Buttercream Frosting
  1. Mix the ingredients and beat for several minutes until a smooth, creamy frosting forms.
  2. Ice the cake and refrigerate leftover frosting in a sealed container.
Assembling the Cake
  1. Level the cakes with a serrated knife.
  2. Place the yellow layer on the cake stand.
  3. Spread a thin layer of buttercream frosting on the top.
  4. Place the orange layer on top of the frosting and spread a thin layer of frosting on the top.
  5. Place the white layer on top and spread a thin layer of frosting on the top.
  6. Coat the sides of the cake with frosting and spread it thinly and smoothly with a knife or spatula to create a crumb coating.
  7. Place the cake in the refrigerator for 30 minutes to an hour, or until the frosting hardens.
  8. Ice the cake with final layer of buttercream frosting or use fondant to finish the cake.

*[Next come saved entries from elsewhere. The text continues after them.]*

import { describe, expect, test } from "vitest";
import { assess, cautiousPoint } from "../src/assess.ts";
import { check } from "../src/check.ts";
import { readDocument } from "../src/study/read-study.ts";
import { gallery } from "./report/gallery.ts";

const messages = (result: { warnings: readonly { path: string; message: string }[] }): string =>
  result.warnings.map(({ path, message }) => `${path}: ${message}`).join("\n");

describe("an assessment", () => {
  test("finds the probability that a closed form gives: a wall whose only unknown is its base friction", async () => {
    // F = N′ tan δ / E is 1 at one angle δ*; P(F < 1) = Φ((δ* − mean)/sd).
    const tree = {
      ...gallery["nothing uncertain"],
      wall: { ...(gallery.plain.wall as object), sliding_friction: { angle: { normal: { mean: 24, sd: 2.5 } } } },
      assessment: { limit_states: ["sliding"], seed: "closed", samples: 200_000, precision: 0 },
    };
    const study = readDocument(tree);
    const { driving, resisting } = check(study).limitStates.sliding ?? { driving: 0, resisting: 0 };
    const critical = (Math.atan((driving / resisting) * Math.tan((24 * Math.PI) / 180)) * 180) / Math.PI;
    const { normalCdf } = await import("../src/numeric/normal.ts");
    const expected = normalCdf((critical - 24) / 2.5);
    const found = (await assess(study)).system.monteCarlo;
    expect(expected).toBeGreaterThan(1e-3);
    expect(Math.abs(found.probability - expected)).toBeLessThan(
      4.89 * Math.sqrt((expected * (1 - expected)) / found.samples),
    ); // one seed in a million
  });

  test("adding a variable that nothing uses changes no bit of the rest", async () => {
    const study = readDocument(gallery.plain);
    const more = readDocument({
      ...gallery.plain,
      soils: {
        ...(gallery.plain.soils as object),
        spare: { unit_weight: 18, friction_angle: { normal: { mean: 30, sd: 3 } } },
      },
    });
    const [one, other] = [await assess(study), await assess(more)];
    expect(other.limitStates).toEqual(one.limitStates);
    expect(other.system).toEqual(one.system);
    expect(other.variables).toEqual(one.variables);
  });

  test("one more uncertain value moves no draw of the others", async () => {
    const study = readDocument(gallery.plain);
    const more = readDocument({
      ...gallery.plain,
      wall: { ...(gallery.plain.wall as object), unit_weight: { normal: { mean: 24, sd: 1e-9 } } },
    });
    const [one, other] = [await assess(study), await assess(more)];
    expect(other.limitStates.sliding?.monteCarlo.failures).toBe(one.limitStates.sliding?.monteCarlo.failures);
    expect(other.limitStates.bearing?.monteCarlo.failures).toBe(one.limitStates.bearing?.monteCarlo.failures);
  });

  test("warns where model uncertainty is missing, with published figures, and is silent where it is given", async () => {
    expect(messages(await assess(readDocument(gallery.plain)))).toMatch(
      /no model uncertainty is given.*JCSS Probabilistic Model Code/,
    );
    const given = readDocument({
      ...gallery.plain,
      model: { factors: { earth_thrust: { lognormal: { mean: 1, sd: 0.1 } } } },
    });
    expect(messages(await assess(given))).not.toContain("no model uncertainty");
  });

  test("says what no failures mean, and that a probability without yearly values is not per year", async () => {
    const result = await assess(readDocument(gallery["zero failures"]));
    expect(result.system.monteCarlo.failures).toBe(0);
    expect(messages(result)).toContain("not that the wall cannot fail");
    expect(messages(result)).toContain("is not per year");
    expect(result.cautions.join(" ")).toContain("licensed engineer");
  });

  test("counts samples on a slope steeper than its soil, and gives the probability among the others", async () => {
    const steep = readDocument({
      ...gallery.plain,
      ground: { ...(gallery.plain.ground as object), behind: { slope: 30, layers: [{ soil: "fill" }] } },
      water: undefined,
    });
    const result = await assess(steep);
    const { counts, probabilityAmongStable, probability } = result.system.monteCarlo;
    expect(counts.slopeUnstable).toBeGreaterThan(50); // P(φ < 30°) = Φ(−2) of 6000
    expect(probabilityAmongStable).toBeLessThanOrEqual(probability);
    expect(messages(result)).toContain("steeper than the soil");
  });

  test("a target is met only where the whole interval lies below it", async () => {
    const aim = (probability: number) =>
      readDocument({
        ...gallery.plain,
        assessment: { seed: "gallery", samples: 6000, precision: 0, target: { probability } },
      });
    const { interval } = (await assess(readDocument(gallery.plain))).bestEstimate;
    expect((await assess(aim(interval[1] * 1.01))).bestEstimate.meetsTarget).toBe(true);
    expect((await assess(aim((interval[0] + interval[1]) / 2))).bestEstimate.meetsTarget).toBe(false);
  });

  test("cautious values are each at the adverse 5 % fractile", () => {
    const point = cautiousPoint(readDocument(gallery.plain));
    expect(point.values["soils.sand.friction_angle"]).toBeCloseTo(32 - 2.5 * 1.6448536269514722, 9);
    expect(point.values["water.behind.level"]).toBeGreaterThan(2.5);
  });
});
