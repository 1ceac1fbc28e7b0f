import { expect, test } from "vitest";
import * as toehold from "../src/index.ts";

const text = `
title: Library wall (invented)
wall:
  stem: { height: 4, crest_width: 0.3, foot_width: 0.5 }
  base: { toe: 0.7, heel: 2.2, thickness: 0.4 }
  unit_weight: 24
  sliding_friction: { ratio: 0.8 }
soils: { sand: { unit_weight: 18, friction_angle: { normal: { mean: 33, sd: 2 } } } }
ground: { behind: { layers: [ { soil: sand } ] }, below: { soil: sand } }
assessment: { seed: library, samples: 2000 }
`;

test("the public door reads, checks, assesses and reports a study", async () => {
  const study = toehold.readStudy(text);
  const checked = toehold.check(study);
  const assessed = await toehold.assess(study);
  expect(checked.limitStates.sliding?.factorOfSafety).toBeGreaterThan(1);
  expect(assessed.system.monteCarlo.samples).toBe(2000);
  expect(await toehold.report({ study, check: checked, assess: assessed })).toContain("Library wall (invented)");
  expect(JSON.parse(toehold.resultJson(checked)).kind).toBe("check");
  expect(toehold.studyJsonSchema()).toHaveProperty("properties");
  expect(() => toehold.readStudy("title: x")).toThrow(toehold.StudyError);
});
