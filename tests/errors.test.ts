import { describe, expect, test } from "vitest";
import { formatProblem, StudyError } from "../src/errors.ts";

describe("problems of a study", () => {
  test("are a place, a path, a message and a hint, each left out where it is missing", () => {
    expect(
      formatProblem(
        {
          path: "soils.fill.friction_angle",
          at: { line: 14, column: 21 },
          message: "340 is outside 0 to 60 degrees",
          hint: "did you mean 34.0?",
        },
        "wall.yaml",
      ),
    ).toBe("wall.yaml:14:21 soils.fill.friction_angle: 340 is outside 0 to 60 degrees\n  hint: did you mean 34.0?");
    expect(formatProblem({ path: "", message: "the file is empty" })).toBe("the file is empty");
    expect(formatProblem({ path: "a.b", message: "x" })).toBe("a.b: x");
  });

  test("are all in one error, in the order of the lines", () => {
    const error = new StudyError([
      { path: "b", message: "second", at: { line: 9, column: 1 } },
      { path: "a", message: "first", at: { line: 2, column: 5 } },
    ]);
    expect(error.message).toBe("2:5 a: first\n9:1 b: second");
    expect(error.problems.map((problem) => problem.path)).toEqual(["a", "b"]);
    expect(error.name).toBe("StudyError");
  });
});
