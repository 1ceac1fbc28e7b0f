import type { Section } from "../../results.ts";
import type { Display } from "../display.ts";
import { palette } from "../palette.ts";
import { textWidth } from "../text-width.ts";
import type { Frame } from "./frame.ts";
import { label, line, polygon, rect } from "./svg.ts";

/** 5 and 95 % fractile of an uncertain level, m above the underside. */
export interface WaterRanges {
  readonly behind?: readonly [number, number];
  readonly front?: readonly [number, number];
}

/** Water as a tint up to the level of this run, and a band over the range in which the level is likely to lie. */
export function waterBands(s: Section, f: Frame, ranges: WaterRanges, id: string): string {
  const band = (low: number, high: number, opacity: number): string =>
    high > low
      ? rect(
          f.x(f.left),
          f.y(high),
          (f.right - f.left) * f.scale,
          (high - low) * f.scale,
          `fill="${palette.water}" fill-opacity="${opacity}"`,
        )
      : "";
  const edge = (level: number): string =>
    level > f.low
      ? line(
          f.x(f.left),
          f.y(level),
          f.x(f.right),
          f.y(level),
          `stroke="${palette.water}" stroke-width="1" stroke-dasharray="3 3"`,
        )
      : "";
  const side = (
    level: number | undefined,
    range: readonly [number, number] | undefined,
    foot: number,
    name: string,
  ): string => {
    if (level === undefined) return "";
    const [low, high] = [Math.max(range?.[0] ?? foot, foot), Math.max(range?.[1] ?? foot, foot)];
    const likely = range === undefined ? "" : band(low, high, 0.26) + edge(low) + edge(high);
    return `<g clip-path="url(#${id}-${name})">${band(foot, Math.max(level, foot), 0.15)}${likely}</g>`;
  };
  return side(s.water.behind, ranges.behind, 0, "behind") + side(s.water.front, ranges.front, 0, "front");
}

/** The usual mark of a free water surface: a triangle on its level, over two short lines; the range stands beside it. */
export function waterMarks(s: Section, f: Frame, ranges: WaterRanges, display: Display): string {
  const mark = (
    x: number,
    level: number,
    [from, to]: readonly [number, number],
    range: readonly [number, number] | undefined,
    room: number,
  ): string => {
    const y = f.y(level);
    const blue = `stroke="${palette.water}"`;
    const number = (value: number): string => display.length(value + s.undersideLevel);
    const words = `${number(level)} ${display.unit("m")}`;
    const spread = range === undefined ? "" : ` (${number(range[0])} to ${number(range[1])})`;
    const shown = textWidth(words + spread) < room ? words + spread : words;
    return [
      line(f.x(from), y, f.x(to), y, `${blue} stroke-width="1.8"`),
      polygon(
        [
          [x - 6, y - 10],
          [x + 6, y - 10],
          [x, y],
        ],
        `fill="${palette.water}"`,
      ),
      line(x - 5, y + 3, x + 5, y + 3, blue),
      line(x - 3, y + 6, x + 3, y + 6, blue),
      label(x + 10, y - 4, shown, `fill="${palette.water}" font-weight="600"`),
    ].join("");
  };
  const out: string[] = [];
  if (s.water.behind !== undefined && s.water.behind > f.low) {
    const back = backFaceAt(s, s.water.behind);
    out.push(mark(f.x(back) + 15, s.water.behind, [back, f.right], ranges.behind, (f.right - back) * f.scale - 28));
  }
  if (s.water.front !== undefined && s.water.front > f.low)
    out.push(mark(f.x(f.left) + 12, s.water.front, [f.left, 0], ranges.front, -f.left * f.scale - 26));
  return out.join("");
}

/** x at which ground water meets the wall's back at a level, m. */
function backFaceAt(s: Section, level: number): number {
  const up = level - s.baseThickness;
  if (up < 0) return Math.max(s.baseWidth, s.toe + s.footWidth);
  return s.toe + s.footWidth - s.backRun * Math.min(up / s.stemHeight, 1);
}
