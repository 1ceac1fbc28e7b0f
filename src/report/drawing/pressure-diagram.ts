import type { PressurePoint, Section } from "../../results.ts";
import type { Display } from "../display.ts";
import { palette } from "../palette.ts";
import type { Frame } from "./frame.ts";
import { label, line, type Point, polygon, polyline, text } from "./svg.ts";

interface Panel {
  readonly title: string;
  readonly left: number;
  readonly fill: string;
  readonly stroke: string;
  value(point: PressurePoint): number;
}

/** Pixels that numbers take right of a curve. */
const numberRoom = 36;

/**
 * Pressure on the plane beside the section and on its levels: earth (with strips and lines) and water, one scale for both.
 * Drawn from the points of the calculation: where the soil changes the pressure jumps, and stays a jump.
 *
 * @param means pressure at the means, drawn beside it as a broken line on the same scale
 */
export function pressureDiagram(
  s: Section,
  f: Frame,
  display: Display,
  points: readonly PressurePoint[],
  [left, right]: readonly [number, number],
  means: readonly PressurePoint[] = [],
): string {
  if (points.length === 0) return "";
  const both = [...points, ...means];
  const wet = both.some((point) => point.water > 0);
  const loaded = both.some((point) => point.loads > 0);
  const width = wet ? (right - left - 10) / 2 : right - left;
  const earth: Panel = {
    title: loaded ? "Earth, loads" : "Earth",
    left,
    fill: palette.failSoft,
    stroke: palette.fail,
    value: (point) => point.horizontal + point.loads,
  };
  const water: Panel = {
    title: "Water",
    left: left + width + 10,
    fill: palette.waterSoft,
    stroke: palette.water,
    value: (point) => point.water,
  };
  const panels = wet ? [earth, water] : [earth];
  const largest = Math.max(...both.flatMap((point) => panels.map((panel) => panel.value(point))), 1e-9);
  const perPressure = (width - numberRoom) / largest;
  return [
    ...panels.flatMap((panel) => [
      drawPanel(s, f, display, points, panel, perPressure),
      meansLine(f, means, panel, perPressure),
    ]),
    text(
      left,
      f.y(Math.min(...points.map((point) => point.z))) + 20,
      `Horizontal pressure, ${display.unit("kPa")}`,
      `font-size="11" fill="${palette.muted}"`,
    ),
  ].join("");
}

function drawPanel(
  s: Section,
  f: Frame,
  display: Display,
  points: readonly PressurePoint[],
  panel: Panel,
  perPressure: number,
): string {
  const px = (point: PressurePoint): number => panel.left + panel.value(point) * perPressure;
  const curve: readonly Point[] = points.map((point) => [px(point), f.y(point.z)]);
  const first = points[0];
  const last = points[points.length - 1];
  const outline: readonly Point[] = [[panel.left, f.y(first.z)], ...curve, [panel.left, f.y(last.z)]];
  return [
    polygon(outline, `fill="${panel.fill}" stroke="${panel.stroke}" stroke-width="1.3" stroke-linejoin="round"`),
    line(
      panel.left,
      f.y(Math.max(s.planeTop, first.z)) - 6,
      panel.left,
      f.y(last.z),
      `stroke="${palette.ink}" stroke-width="1.3"`,
    ),
    ...numbers(f, display, points, panel, px),
    text(panel.left, f.y(first.z) - 12, panel.title, 'font-weight="600"'),
  ].join("");
}

function meansLine(f: Frame, means: readonly PressurePoint[], panel: Panel, perPressure: number): string {
  if (means.length === 0) return "";
  const curve = means.map((point): Point => [panel.left + panel.value(point) * perPressure, f.y(point.z)]);
  return polyline(curve, `stroke="${palette.ink}" stroke-width="1.1" stroke-dasharray="5 4"`);
}

/** Values at both sides of every break, where there is room: a value above its level and the one after the jump below. */
function numbers(
  f: Frame,
  display: Display,
  points: readonly PressurePoint[],
  panel: Panel,
  px: (point: PressurePoint) => number,
): readonly string[] {
  const largest = Math.max(...points.map(panel.value));
  const wanted = breaks(points)
    .map(({ point, side }) => ({ point, words: display.number(panel.value(point), "kPa"), y: f.y(point.z) + side }))
    .filter(({ point }) => panel.value(point) > 0.004 * largest);
  const kept: { words: string; y: number; x: number }[] = [];
  const last = wanted.at(-1);
  for (const { point, words, y } of wanted) {
    const before = kept.at(-1);
    const crowded = before !== undefined && (y - before.y < 11 || (before.words === words && y - before.y < 24));
    if (crowded && point !== last?.point) continue;
    if (crowded) kept.pop();
    kept.push({ words, y, x: px(point) + 5 });
  }
  return kept.map(({ words, y, x }) => label(x, y, words, 'font-size="11"'));
}

/** Ends of each stretch, with where its number stands: over the level at the end of a stretch, under it at the start. */
function breaks(points: readonly PressurePoint[]): readonly { point: PressurePoint; side: number }[] {
  return points.flatMap((point, place) => {
    const [before, after] = [points[place - 1], points[place + 1]];
    if (before === undefined) return [{ point, side: 4 }];
    if (after === undefined) return [{ point, side: 0 }];
    if (after.z === point.z) return [{ point, side: -2 }];
    if (before.z === point.z) return [{ point, side: 10 }];
    return [];
  });
}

  9. Following the instructions on the box of fondant, knead the fondant on a clean, smooth work surface that has been lightly dusted with powdered sugar.
  10. Roll out the fondant until it is ⅛-1/4 - inch thick and large enough to cover the top and sides of the cake.
  11. Lift the fondant sheet and place it over the cake, using a rolling pin to smooth the fondant.
  12. Trim excess fondant around the base of the cake with a pizza cutter.
  13. Decorate the cake as desired, garnishing it with candy corns and ribbon to finish the bottom edge.